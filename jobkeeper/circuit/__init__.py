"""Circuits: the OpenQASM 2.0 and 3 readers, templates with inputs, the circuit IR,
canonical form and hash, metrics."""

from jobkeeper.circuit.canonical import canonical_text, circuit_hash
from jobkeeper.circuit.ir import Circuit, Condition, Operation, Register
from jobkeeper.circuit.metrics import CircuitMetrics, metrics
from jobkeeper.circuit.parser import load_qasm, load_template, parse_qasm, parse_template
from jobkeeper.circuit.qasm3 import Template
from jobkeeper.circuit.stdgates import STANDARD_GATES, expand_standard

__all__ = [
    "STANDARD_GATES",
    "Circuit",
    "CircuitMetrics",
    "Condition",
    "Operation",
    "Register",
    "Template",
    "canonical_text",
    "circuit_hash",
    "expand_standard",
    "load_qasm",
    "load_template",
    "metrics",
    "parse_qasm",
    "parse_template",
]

Work request: Each line of the listing above should be output exactly.

Output of the task:
filename jobkeeper/circuit/__init__.py
"""Circuits: the OpenQASM 2.0 and 3 readers, templates with inputs, the circuit IR,
canonical form and hash, metrics."""

from jobkeeper.circuit.canonical import canonical_text, circuit_hash
from jobkeeper.circuit.ir import Circuit, Condition, Operation, Register
from jobkeeper.circuit.metrics import CircuitMetrics, metrics
from jobkeeper.circuit.parser import load_qasm, load_template, parse_qasm, parse_template
from jobkeeper.circuit.qasm3 import Template
from jobkeeper.circuit.stdgates import STANDARD_GATES, expand_standard

__all__ = [
    "STANDARD_GATES",
    "Circuit",
    "CircuitMetrics",
    "Condition",
    "Operation",
    "Register",
    "Template",
    "canonical_text",
    "circuit_hash",
    "expand_standard",
    "load_qasm",
    "load_template",
    "metrics",
    "parse_qasm",
    "parse_template",
]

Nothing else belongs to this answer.